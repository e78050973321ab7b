//go:build !amd64 || race

package multigrid

func scaleDotsFast(y, inv, a, b []float64, sums *[12]float64) int                    { return 0 }
func subtractFast(r, v, h []float64, alpha float64, sums *[8]float64) int            { return 0 }
func stepFast(x, a, c, r, t, p, v []float64, coef *[3]float64, sums *[8]float64) int { return 0 }
func narrowFast(dst []float32, src []float64, scale float64) int                     { return 0 }
func widenFast(dst []float64, src []float32, scale float64) int                      { return 0 }
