package multigrid

import (
	"context"
	"errors"
	"fmt"
	"math"
	"strings"

	"epslim/solver/volume"
)

// hierarchy is the stack of levels, finest first.
type hierarchy struct {
	levels   []*level
	shift    float64
	adjoint  bool
	singular bool
}

// newHierarchy builds all levels and, for the singular problem, a first guess
// by a full multigrid pass from the coarsest grid, left in levels[0].x.
func newHierarchy(ctx context.Context, m *volume.Operator, c volume.Coefficients, shift float64, adjoint bool, kind cycleKind) (*hierarchy, error) {
	levels, err := assembleLevels(ctx, m, c)
	if err != nil {
		return nil, err
	}
	h := &hierarchy{levels: levels, shift: shift, adjoint: adjoint, singular: shift == 0 && m.Kill == nil}
	last := len(levels) - 1
	for k := last; k >= 0; k-- {
		if ctx.Err() != nil {
			return nil, ctx.Err()
		}
		l := levels[k]
		l.normalise(shift, adjoint)
		if k == last {
			if err := l.invert(shift, adjoint); err != nil {
				return nil, err
			}
		} else {
			l.setWeights(levels[k+1])
			if h.singular {
				l.prolong(levels[k+1], l.x, levels[k+1].x, true)
				clear(l.b)
				h.cycle(k, l.x, l.b, kind, false)
			}
			levels[k+1].scale = nil
		}
		if k > 0 {
			l.op = geometryOnly(l.op)
		}
	}
	return h, nil
}

// geometryOnly drops the links of an operator whose level is complete.
func geometryOnly(m *volume.Operator) *volume.Operator {
	c := *m
	c.Links = nil
	return &c
}

// setWeights fills the weights with which residuals go to the coarser level.
func (l *level) setWeights(c *level) {
	ny := c.lay.Shape(1)
	l.each(func(_, lo, hi int) {
		for r := lo; r < hi; r++ {
			j, k := l.lay.RowCoordinates(r)
			s := l.lay.Row(r)
			cs := c.scale[c.lay.Row(int(c.up.parent[1][j])+ny*int(c.up.parent[2][k])):][:c.lay.Nx]
			w, sc, p := l.weight[s:][:l.lay.Nx], l.scale[s:][:l.lay.Nx], c.up.parent[0]
			for i := range w {
				if q := cs[p[i]]; q > 0 {
					w[i] = float32(math.Min(sc[i]/q, 1e30))
				}
			}
		}
	})
}

// invert keeps the inverse of the coarsest operator with scaled rows. In the
// singular case the right-hand side is first made consistent, and of all
// solutions the one of mass zero is taken: any other would add a multiple of
// the coarse null vector, which is not quite one of the fine operator. The null
// vector itself is left in x. Where the coarsest grid falls into several
// classes the iteration does without a coarsest solve.
func (l *level) invert(shift float64, adjoint bool) error {
	n, nx := l.grid.Cells(), l.lay.Nx
	at := func(k int) int { return l.lay.Row(k/nx) + k%nx }
	l.dense = make([]float32, n*n)
	e, err := volume.Eliminate(l.op, shift, nil)
	if err != nil {
		for k := 0; k < n; k++ {
			l.dense[k*n+k] = 1
			l.x[at(k)] = 1
		}
		return nil
	}
	if e.Singular() && adjoint {
		return errors.New("multigrid: the adjoint problem without losses has no unique solution")
	}
	null, nullMass := l.lay.Vector(), 0.0
	if e.Singular() {
		e.Stationary(null)
		nullMass = l.op.Mass(null)
		top := 0
		for k := 0; k < n; k++ {
			if null[at(k)] > null[at(top)] {
				top = k
			}
		}
		if e, err = volume.EliminateLast(l.op, shift, top); err != nil {
			return err
		}
		for k := 0; k < n; k++ {
			l.x[at(k)] = float32(null[at(k)])
		}
		for r := 0; r < l.lay.Rows; r++ {
			l.wrap(l.x, r)
		}
	}
	var total float64
	for k := 0; k < n; k++ {
		total += l.scale[at(k)]
	}
	b, x := l.lay.Vector(), l.lay.Vector()
	for k := 0; k < n; k++ {
		clear(b)
		q := l.scale[at(k)]
		b[at(k)] = q
		if e.Singular() {
			for j := 0; j < n; j++ {
				b[at(j)] -= q / total * l.scale[at(j)]
			}
		}
		excess := 0.0
		if adjoint {
			e.SolveAdjoint(x, b)
		} else {
			e.Solve(x, b)
			if e.Singular() {
				excess = l.op.Mass(x) / nullMass
			}
		}
		for j := 0; j < n; j++ {
			l.dense[j*n+k] = float32(x[at(j)] - excess*null[at(j)])
		}
	}
	return nil
}

// String lists the levels, which is the first thing to look at when a solve
// is slow.
func (h *hierarchy) String() string {
	var b strings.Builder
	for k, l := range h.levels {
		fmt.Fprintf(&b, "%2d  %-20s %9d cells\n", k, l.grid, l.grid.Cells())
	}
	return b.String()
}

**INSTRUCTIONS FOR THE TASK**
Each of the entries must be written out again exactly.

**WRITTEN ANSWER**
repository e78050973321ab7b
//go:build !amd64 || race

package multigrid

func scaleDotsFast(y, inv, a, b []float64, sums *[12]float64) int                    { return 0 }
func subtractFast(r, v, h []float64, alpha float64, sums *[8]float64) int            { return 0 }
func stepFast(x, a, c, r, t, p, v []float64, coef *[3]float64, sums *[8]float64) int { return 0 }
func narrowFast(dst []float32, src []float64, scale float64) int                     { return 0 }
func widenFast(dst []float64, src []float32, scale float64) int                      { return 0 }
package multigrid

import (
	"context"
	"errors"
	"fmt"
	"math"
	"strings"

	"epslim/solver/volume"
)

// hierarchy is the stack of levels, finest first.
type hierarchy struct {
	levels   []*level
	shift    float64
	adjoint  bool
	singular bool
}

// newHierarchy builds all levels and, for the singular problem, a first guess
// by a full multigrid pass from the coarsest grid, left in levels[0].x.
func newHierarchy(ctx context.Context, m *volume.Operator, c volume.Coefficients, shift float64, adjoint bool, kind cycleKind) (*hierarchy, error) {
	levels, err := assembleLevels(ctx, m, c)
	if err != nil {
		return nil, err
	}
	h := &hierarchy{levels: levels, shift: shift, adjoint: adjoint, singular: shift == 0 && m.Kill == nil}
	last := len(levels) - 1
	for k := last; k >= 0; k-- {
		if ctx.Err() != nil {
			return nil, ctx.Err()
		}
		l := levels[k]
		l.normalise(shift, adjoint)
		if k == last {
			if err := l.invert(shift, adjoint); err != nil {
				return nil, err
			}
		} else {
			l.setWeights(levels[k+1])
			if h.singular {
				l.prolong(levels[k+1], l.x, levels[k+1].x, true)
				clear(l.b)
				h.cycle(k, l.x, l.b, kind, false)
			}
			levels[k+1].scale = nil
		}
		if k > 0 {
			l.op = geometryOnly(l.op)
		}
	}
	return h, nil
}

// geometryOnly drops the links of an operator whose level is complete.
func geometryOnly(m *volume.Operator) *volume.Operator {
	c := *m
	c.Links = nil
	return &c
}

// setWeights fills the weights with which residuals go to the coarser level.
func (l *level) setWeights(c *level) {
	ny := c.lay.Shape(1)
	l.each(func(_, lo, hi int) {
		for r := lo; r < hi; r++ {
			j, k := l.lay.RowCoordinates(r)
			s := l.lay.Row(r)
			cs := c.scale[c.lay.Row(int(c.up.parent[1][j])+ny*int(c.up.parent[2][k])):][:c.lay.Nx]
			w, sc, p := l.weight[s:][:l.lay.Nx], l.scale[s:][:l.lay.Nx], c.up.parent[0]
			for i := range w {
				if q := cs[p[i]]; q > 0 {
					w[i] = float32(math.Min(sc[i]/q, 1e30))
				}
			}
		}
	})
}

// invert keeps the inverse of the coarsest operator with scaled rows. In the
// singular case the right-hand side is first made consistent, and of all
// solutions the one of mass zero is taken: any other would add a multiple of
// the coarse null vector, which is not quite one of the fine operator. The null
// vector itself is left in x. Where the coarsest grid falls into several
// classes the iteration does without a coarsest solve.
func (l *level) invert(shift float64, adjoint bool) error {
	n, nx := l.grid.Cells(), l.lay.Nx
	at := func(k int) int { return l.lay.Row(k/nx) + k%nx }
	l.dense = make([]float32, n*n)
	e, err := volume.Eliminate(l.op, shift, nil)
	if err != nil {
		for k := 0; k < n; k++ {
			l.dense[k*n+k] = 1
			l.x[at(k)] = 1
		}
		return nil
	}
	if e.Singular() && adjoint {
		return errors.New("multigrid: the adjoint problem without losses has no unique solution")
	}
	null, nullMass := l.lay.Vector(), 0.0
	if e.Singular() {
		e.Stationary(null)
		nullMass = l.op.Mass(null)
		top := 0
		for k := 0; k < n; k++ {
			if null[at(k)] > null[at(top)] {
				top = k
			}
		}
		if e, err = volume.EliminateLast(l.op, shift, top); err != nil {
			return err
		}
		for k := 0; k < n; k++ {
			l.x[at(k)] = float32(null[at(k)])
		}
		for r := 0; r < l.lay.Rows; r++ {
			l.wrap(l.x, r)
		}
	}
	var total float64
	for k := 0; k < n; k++ {
		total += l.scale[at(k)]
	}
	b, x := l.lay.Vector(), l.lay.Vector()
	for k := 0; k < n; k++ {
		clear(b)
		q := l.scale[at(k)]
		b[at(k)] = q
		if e.Singular() {
			for j := 0; j < n; j++ {
				b[at(j)] -= q / total * l.scale[at(j)]
			}
		}
		excess := 0.0
		if adjoint {
			e.SolveAdjoint(x, b)
		} else {
			e.Solve(x, b)
			if e.Singular() {
				excess = l.op.Mass(x) / nullMass
			}
		}
		for j := 0; j < n; j++ {
			l.dense[j*n+k] = float32(x[at(j)] - excess*null[at(j)])
		}
	}
	return nil
}

// String lists the levels, which is the first thing to look at when a solve
// is slow.
func (h *hierarchy) String() string {
	var b strings.Builder
	for k, l := range h.levels {
		fmt.Fprintf(&b, "%2d  %-20s %9d cells\n", k, l.grid, l.grid.Cells())
	}
	return b.String()
}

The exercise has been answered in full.